I've actually never heard that term. The campus is beside the Ben Franklin bridge, not under it. The term may become more apt if the campus goes through with its plans to build a parking deck on the other side of the bridge. (That parking deck is going to need a *lot* of security because it will be on Camden's north side.)
 
Just looked at change in the total number of applicants? ? really a very broad and crude metric because so many factors enter into the picture - like how the University may have changed course offerings or added/eliminated majors ... or simply how expensive the application is - or - how much extra work a prospective student has to do to complete the application - some schools accept the 'common app' and to add that school to the list of places that you apply to - just requires you to put an 'x' in a box and pay the fee .
Note the decrease in number of applicants that Boston College experienced when they increased the effort required to submit an application -

"Applications reached an all-time high in 2012, when about 34,000 students applied.

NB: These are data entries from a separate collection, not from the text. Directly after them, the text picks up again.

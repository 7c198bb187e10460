/* SPDX-License-Identifier: GPL-3.0-or-later */
#include "report/progress.h"

#include <inttypes.h>
#include <stdio.h>
#include <string.h>
#include <unistd.h>

#include "units.h"

#define NS_PER_S UINT64_C(1000000000)
#define LEAST_NS (NS_PER_S / 10)

const char *
progress_text(const struct progress_view *view, char *buf, size_t size)
{
	char rate[32], share[48] = "";
	uint64_t left_s = view->left_ns / NS_PER_S +
	    (view->left_ns % NS_PER_S != 0);

	if (view->target_bps != 0)
		(void)snprintf(share, sizeof(share), "  %5.1f %% of %s",
		    (double)view->payload_bps / (double)view->target_bps * 100,
		    view->reference ? "reference" : "ceiling");
	(void)snprintf(buf, size,
	    "trial %" PRIu64 "/%" PRIu64 "  %s  %-8s  %12s%s  %" PRIu64
	    ":%02u left", view->trial, view->trials, view->direction,
	    view->phase, units_format(view->payload_bps, DIMENSION_RATE, 1,
	    rate, sizeof(rate)), share, left_s / 60, (unsigned)(left_s % 60));
	return buf;
}

void
progress_init(struct progress *progress, bool quiet)
{
	memset(progress, 0, sizeof(*progress));
	progress->shown = !quiet && isatty(STDERR_FILENO) == 1;
}

void
progress_say(struct progress *progress, const char *text)
{
	if (!progress->shown || (text[0] == '\0' && !progress->drawn))
		return;
	/* to the start of the line, the text, and away with the rest */
	(void)fprintf(stderr, "\r%s\033[K", text);
	(void)fflush(stderr);
	progress->drawn = text[0] != '\0';
}

void
progress_show(struct progress *progress, const struct progress_view *view,
    uint64_t now_ns)
{
	char line[80];

	if (!progress->shown ||
	    (progress->drawn && now_ns < progress->drawn_ns + LEAST_NS))
		return;
	progress->drawn_ns = now_ns;
	progress_say(progress, progress_text(view, line, sizeof(line)));
}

The next year, after the University introduced a supplementary essay to the Common Application, applications dropped 28 percent, to just under 24,500."

So between 2012 and 2013 BC saw a 28% decline in total applicants - out of context, this could seem shocking - but upon examination, it is not earthshattering

BC reduced the number of applications that they had to process - but probably did not reduce the number of highly interested prospects
... however their "selectiveness " statistic took a hit ....
- - which is a bit of a so-what because the simplistic 'selectiveness' figure ( percent of applicants accepted) is also a terribly crude and often pointless metric.